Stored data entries
• • • • •
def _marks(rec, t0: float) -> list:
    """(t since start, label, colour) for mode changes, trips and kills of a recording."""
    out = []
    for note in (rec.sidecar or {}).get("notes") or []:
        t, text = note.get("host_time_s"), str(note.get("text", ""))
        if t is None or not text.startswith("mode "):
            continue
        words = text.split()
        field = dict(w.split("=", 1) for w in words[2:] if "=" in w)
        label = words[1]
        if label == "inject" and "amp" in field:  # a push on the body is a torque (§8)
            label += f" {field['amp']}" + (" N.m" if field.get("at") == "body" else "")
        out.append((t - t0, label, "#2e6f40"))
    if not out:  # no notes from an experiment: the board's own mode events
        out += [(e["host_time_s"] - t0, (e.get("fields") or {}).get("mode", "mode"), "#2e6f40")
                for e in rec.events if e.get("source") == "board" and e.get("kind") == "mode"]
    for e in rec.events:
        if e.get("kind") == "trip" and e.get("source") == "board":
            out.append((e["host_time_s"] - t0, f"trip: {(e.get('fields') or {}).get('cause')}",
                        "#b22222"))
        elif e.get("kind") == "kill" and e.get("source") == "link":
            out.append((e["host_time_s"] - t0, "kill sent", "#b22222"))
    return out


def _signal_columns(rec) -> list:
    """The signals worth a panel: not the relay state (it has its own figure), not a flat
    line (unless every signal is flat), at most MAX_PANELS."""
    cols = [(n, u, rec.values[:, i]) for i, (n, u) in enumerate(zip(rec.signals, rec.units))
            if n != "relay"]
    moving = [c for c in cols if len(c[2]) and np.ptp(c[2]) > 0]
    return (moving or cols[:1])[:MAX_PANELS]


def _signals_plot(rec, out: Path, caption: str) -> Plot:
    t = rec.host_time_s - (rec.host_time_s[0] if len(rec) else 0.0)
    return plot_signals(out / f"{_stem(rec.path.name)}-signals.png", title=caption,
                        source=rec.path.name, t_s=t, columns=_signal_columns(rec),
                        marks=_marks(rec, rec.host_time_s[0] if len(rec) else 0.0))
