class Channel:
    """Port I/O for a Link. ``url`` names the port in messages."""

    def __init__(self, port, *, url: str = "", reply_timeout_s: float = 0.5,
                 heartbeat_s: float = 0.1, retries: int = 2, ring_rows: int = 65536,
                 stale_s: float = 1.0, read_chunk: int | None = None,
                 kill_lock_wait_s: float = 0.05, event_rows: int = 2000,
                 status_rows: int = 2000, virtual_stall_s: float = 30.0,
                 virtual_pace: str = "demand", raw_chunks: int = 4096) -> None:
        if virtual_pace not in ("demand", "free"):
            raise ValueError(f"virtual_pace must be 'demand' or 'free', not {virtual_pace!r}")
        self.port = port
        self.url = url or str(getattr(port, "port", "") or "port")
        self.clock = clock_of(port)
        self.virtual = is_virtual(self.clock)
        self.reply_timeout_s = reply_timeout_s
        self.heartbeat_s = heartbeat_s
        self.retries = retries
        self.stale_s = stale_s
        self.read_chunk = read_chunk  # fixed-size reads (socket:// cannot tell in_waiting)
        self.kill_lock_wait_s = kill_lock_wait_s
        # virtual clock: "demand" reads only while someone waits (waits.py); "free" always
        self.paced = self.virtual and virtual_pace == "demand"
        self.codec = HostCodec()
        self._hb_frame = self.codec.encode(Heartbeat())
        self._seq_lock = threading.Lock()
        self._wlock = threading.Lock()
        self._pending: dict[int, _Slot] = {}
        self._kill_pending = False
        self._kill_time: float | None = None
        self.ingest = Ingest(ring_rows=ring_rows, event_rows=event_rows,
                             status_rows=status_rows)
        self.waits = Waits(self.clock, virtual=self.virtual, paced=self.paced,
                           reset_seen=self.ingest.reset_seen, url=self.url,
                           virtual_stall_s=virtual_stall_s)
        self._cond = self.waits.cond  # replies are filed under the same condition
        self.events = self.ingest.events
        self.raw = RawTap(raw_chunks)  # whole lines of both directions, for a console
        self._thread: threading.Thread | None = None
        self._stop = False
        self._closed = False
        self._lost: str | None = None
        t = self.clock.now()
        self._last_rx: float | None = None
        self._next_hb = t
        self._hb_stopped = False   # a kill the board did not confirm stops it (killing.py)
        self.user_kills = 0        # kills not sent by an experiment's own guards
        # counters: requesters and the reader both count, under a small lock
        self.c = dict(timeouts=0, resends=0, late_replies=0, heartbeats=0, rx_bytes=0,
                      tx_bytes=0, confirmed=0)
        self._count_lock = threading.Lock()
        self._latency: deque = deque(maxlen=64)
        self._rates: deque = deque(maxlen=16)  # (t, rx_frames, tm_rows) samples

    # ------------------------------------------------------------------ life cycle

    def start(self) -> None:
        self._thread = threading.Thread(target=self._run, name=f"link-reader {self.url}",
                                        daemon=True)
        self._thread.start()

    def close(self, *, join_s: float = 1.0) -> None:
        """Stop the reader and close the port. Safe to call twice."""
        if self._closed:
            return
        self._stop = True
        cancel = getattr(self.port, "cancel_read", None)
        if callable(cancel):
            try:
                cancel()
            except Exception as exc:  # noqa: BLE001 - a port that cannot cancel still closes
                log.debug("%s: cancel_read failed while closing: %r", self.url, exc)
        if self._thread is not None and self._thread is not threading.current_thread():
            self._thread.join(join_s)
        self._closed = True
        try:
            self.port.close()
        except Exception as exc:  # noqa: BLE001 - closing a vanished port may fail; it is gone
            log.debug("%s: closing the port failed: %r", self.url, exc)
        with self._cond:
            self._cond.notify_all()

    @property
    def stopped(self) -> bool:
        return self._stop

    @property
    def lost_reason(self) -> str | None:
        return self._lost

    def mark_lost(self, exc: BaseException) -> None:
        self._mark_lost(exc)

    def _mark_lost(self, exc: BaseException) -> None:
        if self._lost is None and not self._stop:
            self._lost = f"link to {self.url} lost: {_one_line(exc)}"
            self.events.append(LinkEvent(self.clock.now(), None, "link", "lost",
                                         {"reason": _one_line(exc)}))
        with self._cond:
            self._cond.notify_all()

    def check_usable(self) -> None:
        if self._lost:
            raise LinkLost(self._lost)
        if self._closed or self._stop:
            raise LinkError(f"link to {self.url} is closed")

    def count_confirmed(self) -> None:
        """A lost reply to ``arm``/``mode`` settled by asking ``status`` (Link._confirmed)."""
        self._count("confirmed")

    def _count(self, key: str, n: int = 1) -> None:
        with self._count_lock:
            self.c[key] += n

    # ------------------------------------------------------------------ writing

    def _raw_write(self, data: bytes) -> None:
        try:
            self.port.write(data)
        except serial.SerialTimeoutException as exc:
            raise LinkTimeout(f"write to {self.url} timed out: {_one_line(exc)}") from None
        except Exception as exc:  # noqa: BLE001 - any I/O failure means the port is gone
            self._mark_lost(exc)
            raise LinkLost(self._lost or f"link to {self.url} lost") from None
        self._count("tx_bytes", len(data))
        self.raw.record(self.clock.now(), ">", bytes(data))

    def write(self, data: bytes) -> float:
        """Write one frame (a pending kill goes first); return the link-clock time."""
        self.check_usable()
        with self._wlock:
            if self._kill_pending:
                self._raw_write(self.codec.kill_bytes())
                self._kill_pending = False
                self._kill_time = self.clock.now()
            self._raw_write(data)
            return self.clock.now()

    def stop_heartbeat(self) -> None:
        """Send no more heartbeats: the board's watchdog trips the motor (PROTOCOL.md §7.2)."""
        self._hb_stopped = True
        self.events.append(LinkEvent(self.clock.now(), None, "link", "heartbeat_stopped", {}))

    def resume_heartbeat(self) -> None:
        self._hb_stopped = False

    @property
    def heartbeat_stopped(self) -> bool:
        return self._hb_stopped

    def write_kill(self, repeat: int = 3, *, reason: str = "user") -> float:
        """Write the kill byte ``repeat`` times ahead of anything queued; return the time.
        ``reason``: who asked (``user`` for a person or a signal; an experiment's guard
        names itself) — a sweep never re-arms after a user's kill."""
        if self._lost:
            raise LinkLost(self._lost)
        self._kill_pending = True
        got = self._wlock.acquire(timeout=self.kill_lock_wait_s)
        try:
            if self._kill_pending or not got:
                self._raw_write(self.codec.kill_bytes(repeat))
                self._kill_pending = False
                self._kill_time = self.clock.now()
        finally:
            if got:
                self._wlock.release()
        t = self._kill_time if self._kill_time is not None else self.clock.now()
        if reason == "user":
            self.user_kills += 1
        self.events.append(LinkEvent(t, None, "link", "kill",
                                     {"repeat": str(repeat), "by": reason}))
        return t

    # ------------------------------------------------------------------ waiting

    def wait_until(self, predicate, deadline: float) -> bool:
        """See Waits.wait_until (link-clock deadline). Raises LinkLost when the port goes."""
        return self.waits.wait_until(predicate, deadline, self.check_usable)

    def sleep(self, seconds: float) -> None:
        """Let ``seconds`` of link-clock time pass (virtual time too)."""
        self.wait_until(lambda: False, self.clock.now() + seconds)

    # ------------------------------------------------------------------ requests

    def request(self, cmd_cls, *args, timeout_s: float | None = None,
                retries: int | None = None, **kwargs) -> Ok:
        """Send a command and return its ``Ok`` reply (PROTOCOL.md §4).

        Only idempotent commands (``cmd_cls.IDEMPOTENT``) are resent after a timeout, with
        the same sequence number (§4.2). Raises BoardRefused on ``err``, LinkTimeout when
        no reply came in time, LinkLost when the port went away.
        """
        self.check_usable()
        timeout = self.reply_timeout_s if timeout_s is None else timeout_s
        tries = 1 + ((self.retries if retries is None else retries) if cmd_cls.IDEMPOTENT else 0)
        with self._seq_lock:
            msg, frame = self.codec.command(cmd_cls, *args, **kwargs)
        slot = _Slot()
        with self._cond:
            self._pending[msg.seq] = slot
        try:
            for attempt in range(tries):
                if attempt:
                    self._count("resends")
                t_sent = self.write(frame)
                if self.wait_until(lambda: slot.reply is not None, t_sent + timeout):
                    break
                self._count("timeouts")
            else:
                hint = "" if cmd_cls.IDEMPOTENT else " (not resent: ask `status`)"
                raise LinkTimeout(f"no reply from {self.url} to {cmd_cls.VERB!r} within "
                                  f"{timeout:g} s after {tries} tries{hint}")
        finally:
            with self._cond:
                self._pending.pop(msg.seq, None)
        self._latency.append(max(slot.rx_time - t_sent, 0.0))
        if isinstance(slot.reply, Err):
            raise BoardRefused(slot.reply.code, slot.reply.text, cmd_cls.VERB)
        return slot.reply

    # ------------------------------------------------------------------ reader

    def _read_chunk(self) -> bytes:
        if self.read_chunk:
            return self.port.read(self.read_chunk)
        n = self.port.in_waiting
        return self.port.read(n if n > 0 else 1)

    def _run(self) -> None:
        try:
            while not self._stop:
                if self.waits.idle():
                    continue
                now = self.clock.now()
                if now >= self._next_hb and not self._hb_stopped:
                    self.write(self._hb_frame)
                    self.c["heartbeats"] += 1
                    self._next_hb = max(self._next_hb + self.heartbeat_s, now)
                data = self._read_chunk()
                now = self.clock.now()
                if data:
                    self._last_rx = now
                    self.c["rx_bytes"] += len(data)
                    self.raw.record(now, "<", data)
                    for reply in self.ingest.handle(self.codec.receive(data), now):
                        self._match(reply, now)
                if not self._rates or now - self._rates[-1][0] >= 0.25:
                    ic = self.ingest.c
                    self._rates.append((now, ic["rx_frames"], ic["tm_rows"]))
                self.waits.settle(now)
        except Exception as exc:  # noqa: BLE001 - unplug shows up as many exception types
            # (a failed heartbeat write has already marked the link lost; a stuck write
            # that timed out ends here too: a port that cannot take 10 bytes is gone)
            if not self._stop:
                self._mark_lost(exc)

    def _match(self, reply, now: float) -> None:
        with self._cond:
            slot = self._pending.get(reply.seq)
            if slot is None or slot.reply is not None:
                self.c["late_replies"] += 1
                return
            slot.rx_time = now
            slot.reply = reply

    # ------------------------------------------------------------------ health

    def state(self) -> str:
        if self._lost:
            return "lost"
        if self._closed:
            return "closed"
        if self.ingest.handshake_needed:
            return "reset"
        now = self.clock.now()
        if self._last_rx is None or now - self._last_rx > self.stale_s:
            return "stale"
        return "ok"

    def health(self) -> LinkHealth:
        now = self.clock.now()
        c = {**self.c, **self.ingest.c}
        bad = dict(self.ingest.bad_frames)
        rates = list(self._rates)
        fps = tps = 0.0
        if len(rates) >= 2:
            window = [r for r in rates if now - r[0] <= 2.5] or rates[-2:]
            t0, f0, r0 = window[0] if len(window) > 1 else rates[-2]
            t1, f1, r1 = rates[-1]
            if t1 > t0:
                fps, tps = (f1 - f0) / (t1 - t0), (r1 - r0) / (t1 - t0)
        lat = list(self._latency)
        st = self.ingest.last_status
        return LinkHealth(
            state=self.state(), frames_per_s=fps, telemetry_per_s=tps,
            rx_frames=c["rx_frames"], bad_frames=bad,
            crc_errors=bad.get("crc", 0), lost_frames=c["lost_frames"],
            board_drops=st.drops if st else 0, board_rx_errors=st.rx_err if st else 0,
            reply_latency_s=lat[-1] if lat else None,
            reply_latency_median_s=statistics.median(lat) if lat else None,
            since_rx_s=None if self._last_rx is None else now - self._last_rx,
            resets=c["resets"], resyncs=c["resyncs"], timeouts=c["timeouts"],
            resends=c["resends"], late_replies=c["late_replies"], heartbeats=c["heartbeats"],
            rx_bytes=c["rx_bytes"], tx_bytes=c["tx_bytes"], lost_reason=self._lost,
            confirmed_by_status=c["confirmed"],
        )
• • • • •
* _WORK TO COMPLETE_
Using the records, work out how many lines include "from", and reply with that number alone.

* _FINAL ANSWER_
4